*PROVIDED DATA*.
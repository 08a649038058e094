// A line chart of method means with their confidence intervals, as shaded
// bands (numeric x, e.g. missing rate) or whiskers (categories, e.g. gap
// length class). Methods keep their style across every chart of a series.
#include <algorithm>
#include <cmath>
#include <limits>

#include "html_charts.hpp"

namespace gapmark::charts {

using svg::coord;

namespace {

bool has_interval(const ChartLine& line, std::size_t i) {
  return i < line.low.size() && i < line.high.size() && std::isfinite(line.low[i]) && std::isfinite(line.high[i]);
}

/// Where the x values go: their positions on the axis, the ticks and, for
/// categories, the tick names.
struct XAxis {
  std::vector<double> positions, ticks;
  std::vector<std::string> names;
};

/// Categories (named x, or a single x) sit at 0, 1, 2 ...; numbers keep
/// their values with a margin of 8% on each side.
XAxis lay_out_x(const LineChart& chart, Plot& plot) {
  const std::size_t m = chart.x.size();
  XAxis out{.positions = chart.x, .ticks = {}, .names = chart.x_names};
  if (!out.names.empty() || m == 1) {
    if (out.names.empty())
      for (double x : chart.x) out.names.push_back(svg::tick_label(x));
    for (std::size_t i = 0; i < m; ++i) out.positions[i] = static_cast<double>(i);
    plot.x = {-0.5, static_cast<double>(m) - 0.5, plot.x0(), plot.x1()};
    out.ticks = out.positions;
  } else {
    const auto [mn, mx] = std::minmax_element(chart.x.begin(), chart.x.end());
    const double pad = (*mx - *mn) * 0.08;
    plot.x = {*mn - pad, *mx + pad, plot.x0(), plot.x1()};
    out.ticks = chart.x;
  }
  return out;
}

/// One shaded band per run of at least two points that have both bounds (a
/// single point keeps its interval as a whisker).
std::string interval_bands(const ChartLine& line, const std::vector<double>& xs, const Plot& plot) {
  std::string out, upper, lower;
  std::size_t count = 0;
  auto flush = [&] {
    if (count >= 2)
      out += "<polygon points=\"" + upper + lower + "\" fill=\"" + line.style.colour +
             "\" fill-opacity=\"0.14\" stroke=\"none\"/>";
    upper.clear();
    lower.clear();
    count = 0;
  };
  for (std::size_t i = 0; i < xs.size(); ++i) {
    if (!has_interval(line, i)) {
      flush();
      continue;
    }
    upper += coord(xs[i]) + "," + coord(plot.y(line.high[i])) + " ";
    lower = coord(xs[i]) + "," + coord(plot.y(line.low[i])) + " " + lower;
    ++count;
  }
  flush();
  return out;
}

std::string whiskers(const ChartLine& line, const std::vector<double>& xs, const Plot& plot) {
  std::string out;
  for (std::size_t i = 0; i < xs.size(); ++i)
    if (has_interval(line, i))
      out += "<line x1=\"" + coord(xs[i]) + "\" x2=\"" + coord(xs[i]) + "\" y1=\"" + coord(plot.y(line.low[i])) +
             "\" y2=\"" + coord(plot.y(line.high[i])) + "\" stroke=\"" + line.style.colour +
             "\" stroke-width=\"1.6\"/>";
  return out;
}

/// Line `l` of the chart: its intervals (bands, or whiskers side by side so
/// that they do not hide each other), the line and its markers.
std::string series_lines(const LineChart& chart, std::size_t l, const Plot& plot, const XAxis& x) {
  const std::size_t m = chart.x.size(), k = chart.lines.size();
  const auto& line = chart.lines[l];
  const bool bands = chart.bands && m > 1;
  const double dodge = bands ? 0.0 : (static_cast<double>(l) - (static_cast<double>(k) - 1) / 2) * 9.0;
  std::vector<double> xs(m), ys(m, std::nan(""));
  for (std::size_t i = 0; i < m; ++i) {
    xs[i] = plot.x(x.positions[i]) + dodge;
    if (i < line.y.size() && std::isfinite(line.y[i])) ys[i] = plot.y(line.y[i]);
  }
  std::string out = "<g class=\"series\"><title>" + svg::escape(line.name) + "</title>";
  if (chart.bands) out += interval_bands(line, xs, plot);
  if (!bands) out += whiskers(line, xs, plot);
  out += svg::polyline(xs, ys, line.style, 2);
  for (std::size_t i = 0; i < m; ++i)
    if (std::isfinite(ys[i])) out += svg::marker(line.style, xs[i], ys[i], 3.6);
  return out + "</g>";
}

}  // namespace

std::string line_chart(const LineChart& chart) {
  double lo = HUGE_VAL, hi = -HUGE_VAL;
  for (const auto& line : chart.lines)
    for (const auto* v : {&line.y, &line.low, &line.high})
      for (double y : *v)
        if (std::isfinite(y)) lo = std::min(lo, y), hi = std::max(hi, y);
  if (chart.x.empty() || lo > hi) return "";
  Plot plot;
  const XAxis x = lay_out_x(chart, plot);
  const auto y_ticks = fit_y(plot, lo, hi);
  std::string out = open_svg(plot, chart.title);
  out += axes(plot, x.ticks, x.names, y_ticks, chart.x_label, chart.y_label);
  for (std::size_t l = 0; l < chart.lines.size(); ++l) out += series_lines(chart, l, plot, x);
  return out + "</svg>";
}

}  // namespace gapmark::charts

*TASK GOAL*. Using the data above, reproduce exactly the lines from the line that contains "std::string line_chart(const LineChart&" through the line that contains "if (std::isfinite(y)) lo", including both.

*TASK RESULT*.
std::string line_chart(const LineChart& chart) {
  double lo = HUGE_VAL, hi = -HUGE_VAL;
  for (const auto& line : chart.lines)
    for (const auto* v : {&line.y, &line.low, &line.high})
      for (double y : *v)
        if (std::isfinite(y)) lo = std::min(lo, y), hi = std::max(hi, y);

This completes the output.